Diyetinizde ne kadar çeşitlilik yaratırsanız vücudunuzun sağlıklı olmak için ihtiyaç duyduğu vitamin, mineral ve diğer mikro besinlerin bütün çeşitlerinden alma ihtimaliniz o kadar artar. Ayrıca, protein kaynaklarını çeşitlendirmeniz temel yağlardan ve aminoasitlerden dengeli bir biçimde tüketme eğiliminizi de yükseltir. Daha yağlı protein kaynaklarının doyurucu olma özelliği daha fazladır. Böylece yağlı etler ve tam yağlı ürünler tüketebilirsiniz.
Hayvansal kaynaklı proteinler tüm elzem aminoasitleri içerdiği için iyi kaliteli protein, bitkisel proteinler ise 1 veya daha fazla elzem aminoasiti eksik içerdiği için düşük kaliteli protein olarak adlandırılır. Hayvansal kaynaklı proteinlerin (et, süt, yumurta,..) sindirilebilirlik oranı %91-100 iken, bitkisel kaynaklı olanların (tahıllar ve kuru bakliyatlar) %69-90’dır.
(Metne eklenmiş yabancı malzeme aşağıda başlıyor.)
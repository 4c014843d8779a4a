/** Single-key shortcuts ("/", "?"), which can be switched off on a device, as some input tools type such keys. */
import { useEffect } from 'react';

const PLACE = 'grainward.shortcuts';

export function shortcutsAreOn(): boolean {
  try {
    return localStorage.getItem(PLACE) !== 'off';
  } catch {
    return true;
  }
}

/** Where the browser keeps nothing, they stay on. */
export function switchShortcuts(on: boolean): void {
  try {
    if (on) localStorage.removeItem(PLACE);
    else localStorage.setItem(PLACE, 'off');
  } catch {
    return;
  }
}

export const isInField = (target: EventTarget | null): boolean =>
  target instanceof HTMLElement && target.matches('input, textarea, select, [contenteditable]');

/** Calls `act` when the key is pressed outside a field. */
export function useShortcut(key: string, act: () => void): void {
  useEffect(() => {
    const onKey = (event: KeyboardEvent) => {
      const plain = !event.ctrlKey && !event.metaKey && !event.altKey;
      if (event.key !== key || !plain || isInField(event.target) || !shortcutsAreOn()) return;
      event.preventDefault();
      act();
    };
    window.addEventListener('keydown', onKey);
    return () => window.removeEventListener('keydown', onKey);
  }, [key, act]);
}
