/**
 * What became of each consignment to a refiner: sent and expected, received, found, kept, credited, charged, and how
 * long it took. Told from the consignment and from the arrivals and outturns that name it.
 */
import { Decimal } from '../../../shared/decimal.ts';
import type { ConsignmentRow, RefinersQuery } from '../../../shared/schemas/statements.ts';
import { consignmentFound } from '../../../shared/schemas/statements.ts';
import { METALS } from '../../../shared/mass/vector.ts';
import type { Tx } from '../../db/rows.ts';

const DAY_MS = 86_400_000;

/** One page, newest first; `next_cursor` is the number to go on below. */
export async function readRefiners(
  tx: Tx,
  query: RefinersQuery,
): Promise<{ rows: ConsignmentRow[]; next_cursor: string | null }> {
  const found = await tx.rows(consignmentFound, CONSIGNMENTS, [
    query.from ?? null,
    query.to ?? null,
    query.refiner_id ?? null,
    query.cursor ?? null,
    query.limit + 1,
  ]);
  const rows = found.slice(0, query.limit).map((row) => ({
    ...row,
    days: row.settled_on === null ? null : daysBetween(row.sent_on, row.settled_on),
    metals: row.metals.map((metal) => ({
      ...metal,
      credited_percent: row.settled_on === null ? null : percent(metal.credited_g, metal.expected_g),
    })),
  }));
  return { rows, next_cursor: found.length > query.limit ? (rows.at(-1)?.sequence ?? null) : null };
}

/** The same, a row for each metal of each consignment, for CSV. */
export function refinerLines(rows: readonly ConsignmentRow[]) {
  return rows.flatMap(({ metals, ...row }) => metals.map((metal) => ({ ...row, ...metal })));
}

const daysBetween = (from: string, to: string): string =>
  String(Math.round((Date.parse(to) - Date.parse(from)) / DAY_MS));

function percent(part: string, whole: string): string | null {
  const of = new Decimal(whole);
  return of.isZero() ? null : new Decimal(part).times(100).div(of).toFixed(2);
}

/** A sum over the rows "lines" of the outturns of a consignment, for one metal. */
const settled = (
  field: string,
) => `coalesce((SELECT to_char(sum((part.of->>'${field}')::numeric), 'FM999999999990.000000')
  FROM jsonb_array_elements(outs.lines) AS part(of) WHERE part.of->>'metal' = m.metal), '0.000000')`;
const SETTLED = ['weighing_difference', 'assayed', 'assay_difference', 'deduction', 'charge', 'credited'].map(
  (name) => `'${name}_g', ${settled(`${name}_g`)}`,
);
const STANDS = `NOT EXISTS (SELECT 1 FROM record v WHERE v.workshop_id = s.workshop_id AND v.reverses = s.id)`;

/** What of the consignment's lots lies in a place now. */
const lies = (
  place: string,
) => `EXISTS (SELECT 1 FROM entry e JOIN holding h ON h.workshop_id = e.workshop_id AND h.lot_id = e.lot_id
  AND h.account_id = ${place} AND h.gross_ug <> 0 WHERE e.workshop_id = r.workshop_id AND e.voucher_sequence = r.sequence)`;

const CONSIGNMENTS = `SELECT r.id::text, r.sequence::text, r.detail->>'code' AS code, a.id::text AS refiner_id, a.name AS refiner_name,
    c.name AS courier_name, r.detail->>'declared_value' AS declared_value, r.business_date::text AS sent_on, came.arrived_on, outs.settled_on,
    CASE WHEN ${lies('c.id')} THEN 'on_the_way' WHEN NOT ${lies('a.id')} AND outs.settled_on IS NOT NULL THEN 'settled'
      WHEN outs.settled_on IS NOT NULL THEN 'part_settled' ELSE 'at_refiner' END AS state,
    grams(sent.gross_ug) AS sent_gross_g, came.received_gross_g, outs.statements, outs.charges,
    (SELECT jsonb_agg(jsonb_build_object('metal', m.metal, 'expected_g', grams(m.ug), ${SETTLED.join(', ')}) ORDER BY m.place)
      FROM (VALUES ${METALS.map((m, place) => `('${m}', sent.${m}_ug, ${place})`).join(', ')}) m(metal, ug, place)
      WHERE m.ug <> 0 OR EXISTS (SELECT 1 FROM jsonb_array_elements(outs.lines) AS part(of) WHERE part.of->>'metal' = m.metal)
        OR (m.place = 0 AND ${METALS.map((m) => `sent.${m}_ug = 0`).join(' AND ')})) AS metals
  FROM record r
  JOIN account a ON a.workshop_id = r.workshop_id AND a.id = (r.detail->>'destination_id')::uuid AND a.kind = 'refiner'
  JOIN account c ON c.workshop_id = r.workshop_id AND c.id = (r.detail->>'courier_id')::uuid
  CROSS JOIN LATERAL (SELECT ${['gross', ...METALS].map((m) => `coalesce(sum(e.${m}_ug), 0)::bigint AS ${m}_ug`).join(', ')} FROM entry e
    WHERE e.workshop_id = r.workshop_id AND e.voucher_sequence = r.sequence AND e.account_id = c.id) sent
  CROSS JOIN LATERAL (SELECT max(s.business_date)::text AS arrived_on,
      to_char(sum((part.of->>'received_g')::numeric), 'FM999999999990.000000') AS received_gross_g
    FROM record s CROSS JOIN LATERAL jsonb_array_elements(s.detail->'lines') AS part(of)
    WHERE s.workshop_id = r.workshop_id AND s.kind = 'arrive' AND s.detail->>'consign_id' = r.id::text AND ${STANDS}) came
  CROSS JOIN LATERAL (SELECT max(s.business_date)::text AS settled_on, string_agg(s.detail->>'statement', ', ' ORDER BY s.sequence) AS statements,
      coalesce(jsonb_path_query_array(jsonb_agg(s.detail->'lines'), '$[*][*]'), '[]') AS lines,
      (SELECT trim_scale(sum((charge->>'amount')::numeric))::text FROM jsonb_array_elements(
        coalesce(jsonb_path_query_array(jsonb_agg(s.detail->'charges'), '$[*][*]'), '[]')) charge) AS charges
    FROM record s WHERE s.workshop_id = r.workshop_id AND s.kind = 'outturn' AND s.detail->>'consign_id' = r.id::text AND ${STANDS}) outs
  WHERE r.workshop_id = current_workshop() AND r.kind = 'consign'
    AND NOT EXISTS (SELECT 1 FROM record v WHERE v.workshop_id = r.workshop_id AND v.reverses = r.id)
    AND ($1::date IS NULL OR r.business_date >= $1::date) AND ($2::date IS NULL OR r.business_date <= $2::date)
    AND ($3::uuid IS NULL OR a.id = $3::uuid) AND ($4::bigint IS NULL OR r.sequence < $4::bigint)
  ORDER BY r.sequence DESC LIMIT $5`;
Anne sütü ve yumurta örnek protein içeren iki temel besindir.
Proteini Artırmak İçin Nasıl Beslenilmeli?
Sabahları, 2 yumurtalı az yağlı omlet veya menemen + 2 dilim peynir çeşitleri
Öğle ve akşam yemeklerinin en az birinde: 150 gr kırmızı et / 250 gram tavuk veya hindi /120 gr ton balığı /1 porsiyon ızgara balık
Haftada 2 gün kuru bakliyat yemeği veya salatası (karabuğday, kinoa, maş fasülyesi, barbunya, mercimek,…)
Ana Yemeklerde: 1’er kase yoğurt veya 1 bardak kefir
Ara Öğünde: 1 avuç kuruyemiş karışımı (ceviz, badem, kaju, fındık, yer fıstığı,..
İnatçı Kilolara Karşı 3 günlük Protein Diyeti
Sabah
2 adet yumurta (haşlanmış, omlet, menemen gibi olabilir.)
2 dilim peynir çeşitleri
Roka, maydanoz, kırmızı biber
Öğle ve Akşam
120-150 gram kırmızı et / tavuk eti / ızgara balık / ton balığı
Zeytinyağlı bol salata
İkindi Ara öğünü
1. Gün: 1 bardak süt +3 ceviziçi
2. Gün: 1 bardak kefir + 15 iç badem
3. Gün: 2 kutu probiyotik yoğurt + 15 fındık
Bu diyette çorba, kuru bakliyat, ekmek, meyve vs bulunmamaktadır. Yanı sıra 2 litre su içilmelidir.
Bu diyet listesi 20-45 yaş arası sağlıklı bireyler içindir. Çocuklar, hamileler, böbrek hastaları tarafından uygulanmamalıdır.